Material shown:
def test_dispersion_misfits_complete_pooling_not_beta_binomial(spread_checks):
    # Gelman, Meng & Stern (1996) posterior predictive p-value; binomial noise alone cannot
    # produce the simulated between-group sd of 0.08, a shared rate must fail the standardised
    # dispersion, which the beta-binomial population reproduces.
    cp = spread_checks["complete-pooling"]
    bb = spread_checks["beta-binomial"]
    low, high = cp.bounds
    p_cp, p_bb = _p(cp, "dispersion"), _p(bb, "dispersion")
    assert p_cp < low or p_cp > high
    assert low <= p_bb <= high
    row = cp.statistics.set_index("statistic").loc["dispersion"]
    assert row["verdict"] == ppc.MISFIT and cp.verdict == ppc.MISFIT
    assert bb.statistics.set_index("statistic").loc["dispersion", "verdict"] == ppc.CONSISTENT
    # mean of z^2 with z standardised by the replicates' own mean and sd averages 1 over
    # replicated data sets (by construction of the standardisation; common practice)
    assert abs(row["replicated_mean"] - 1) < 0.1
    assert row["observed"] > 2 * row["replicated_upper"]
    assert bb.verdict == ppc.CONSISTENT


def test_bounds_split_the_nominal_level_over_the_statistics(spread_checks):
    # Bonferroni: K statistics each held to lower / K, so the family level is lower + 1 - upper
    doc = spread_checks["beta-binomial"].to_dict()
    k = sum(r["verdict"] != ppc.NOT_COMPUTED for r in doc["statistics"])
    assert k == 5
    assert doc["statistic_bounds"] == pytest.approx([0.01 / k, 1 - 0.01 / k])
    assert doc["nominal_level"] == pytest.approx(0.02)


def test_one_tiny_extreme_group_does_not_trip_the_checks():
    # 29 groups of 100-400 trials at one rate, and one group at 3/3: the old largest-observed-
    # rate statistic read misfit on this; each statistic now counts every group once.
    rng = np.random.default_rng(8)
    trials = np.append(rng.integers(100, 401, 29), 3)
    successes = np.append(rng.binomial(trials[:29], 0.2), 3)
    data = GroupCounts([f"unit-{i}" for i in range(30)], successes, trials)
    checks = ppc.check_posterior(make_model("beta-binomial", random_seed=3).fit(data).idata_)
    assert checks.verdict == ppc.CONSISTENT, checks.statistics[["statistic", "p_value"]]


def test_tail_areas_match_a_direct_count():
    # mid-p tail areas P(Y < y) + 0.5 P(Y = y), counted here with plain comparisons
    rng = np.random.default_rng(5)
    y_rep = rng.integers(0, 6, size=(7, 50)).astype(float)
    y_obs = rng.integers(0, 6, size=7).astype(float)
    obs, rep = ppc._mid_tail_areas(y_obs, y_rep)
    j, i = 3, 17
    others = np.delete(y_rep[j], i)
    v = y_rep[j, i]
    assert rep[j, i] == pytest.approx((others < v).mean() + 0.5 * (others == v).mean())
    assert obs[j, i] == pytest.approx((others < y_obs[j]).mean()
                                      + 0.5 * (others == y_obs[j]).mean())
    # every draw: counts over the row's other 49 replicates (a value equals itself once)
    value, other = y_rep[:, :, None], y_rep[:, None, :]
    want_rep = ((value > other).sum(-1) + 0.5 * ((value == other).sum(-1) - 1)) / 49
    np.testing.assert_allclose(rep, want_rep)
    less = (y_rep < y_obs[:, None]).sum(1, keepdims=True) - (y_rep < y_obs[:, None])
    same = (y_rep == y_obs[:, None]).sum(1, keepdims=True) - (y_rep == y_obs[:, None])
    np.testing.assert_allclose(obs, (less + 0.5 * same) / 49)


def test_standardised_squares_use_the_other_replicates_moments():
    # direct: numpy's mean and std (ddof 0) of the row with replicate d deleted; rows with
    # one value, and rows where one replicate alone differs, take z as the plain difference
    rng = np.random.default_rng(9)
    y_rep = rng.integers(0, 5, size=(6, 12)).astype(float)
    y_rep[0] = 2.0  # constant
    y_rep[1] = 0.0
    y_rep[1, 4] = 3.0  # the others of draw 4 are all equal; every other draw's are not
    y_obs = np.array([2.0, 1.0, 0.0, 4.0, 3.0, 1.0])
    z2_obs, z2_rep = ppc._standardised_squares(y_obs, y_rep)
    for j in range(6):
        for d in range(12):
            rest = np.delete(y_rep[j], d)
            sd = rest.std() if rest.std() > 0 else 1.0
            assert z2_obs[j, d] == pytest.approx(((y_obs[j] - rest.mean()) / sd) ** 2)
            assert z2_rep[j, d] == pytest.approx(((y_rep[j, d] - rest.mean()) / sd) ** 2)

What the exercise asks:
Only the lines above from the one with "v = y_rep[j, i]" through the one with "value, other = y_rep[:, :, None], y_rep[:, None, :]" should be duplicated, character for character.

Task output:
    v = y_rep[j, i]
    assert rep[j, i] == pytest.approx((others < v).mean() + 0.5 * (others == v).mean())
    assert obs[j, i] == pytest.approx((others < y_obs[j]).mean()
                                      + 0.5 * (others == y_obs[j]).mean())
    # every draw: counts over the row's other 49 replicates (a value equals itself once)
    value, other = y_rep[:, :, None], y_rep[:, None, :]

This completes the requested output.